Summary The gut microbiota can modulate human metabolism through interactions with macronutrients. However, microbiota-diet-host interactions are difficult to study because bacteria interact in complex food webs in concert with the host, and many of the bacteria are not yet characterized.
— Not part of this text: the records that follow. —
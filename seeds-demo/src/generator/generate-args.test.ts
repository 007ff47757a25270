import { describe, expect, it } from 'vitest';
import { parseGenerateArgs } from './generate-args';

describe('the generator’s command line', () => {
  it('reads the claim count, explainers, seed, end date and --append', () => {
    expect(parseGenerateArgs(['--claims', '100000'])).toEqual({ claims: 100_000, append: false });
    expect(parseGenerateArgs(['--claims', '5000', '--explainers', '500'])).toEqual({
      claims: 5000,
      explainers: 500,
      append: false,
    });
    expect(
      parseGenerateArgs(['--claims', '50', '--seed', '9', '--until', '2025-06-30', '--append']),
    ).toEqual({ claims: 50, seed: 9, until: new Date('2025-06-30T00:00:00Z'), append: true });
  });

  it('names the option and its rule when the line is wrong', () => {
    expect(() => parseGenerateArgs([])).toThrow('--claims is required');
    expect(() => parseGenerateArgs(['--claims', '1e5'])).toThrow(
      '--claims must be a whole number from 1 to 10000000, not “1e5”',
    );
    expect(() => parseGenerateArgs(['--claims', '0'])).toThrow(/from 1 to/);
    expect(() => parseGenerateArgs(['--claims', '5', '--seed', '-1'])).toThrow(/--seed/);
    expect(() => parseGenerateArgs(['--claims', '5', '--until', '2025-02-30x'])).toThrow(
      /--until must be a date/,
    );
    expect(() => parseGenerateArgs(['--claims', '5', '--claimz', '6'])).toThrow(/claimz/);
    expect(() => parseGenerateArgs(['--claims', '100', '--explainers', '51'])).toThrow(
      '--explainers must be a whole number from 0 to 50, not “51”',
    );
  });
});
To reduce the complexity, we colonize mice with a simplified intestinal microbiota (SIM) composed of ten sequenced strains isolated from the human gut with complementing pathways to metabolize dietary fibers. We feed the SIM mice one of three diets (chow [fiber rich], high-fat/high-sucrose, or zero-fat/high-sucrose diets [both low in fiber]) and investigate (1) how dietary fiber, saturated fat, and sucrose affect the abundance and transcriptome of the SIM community, (2) the effect of microbe-diet interactions on circulating metabolites, and (3) how microbiota-diet interactions affect host metabolism. Our SIM model can be used in future studies to help clarify how microbiota-diet interactions contribute to metabolic diseases.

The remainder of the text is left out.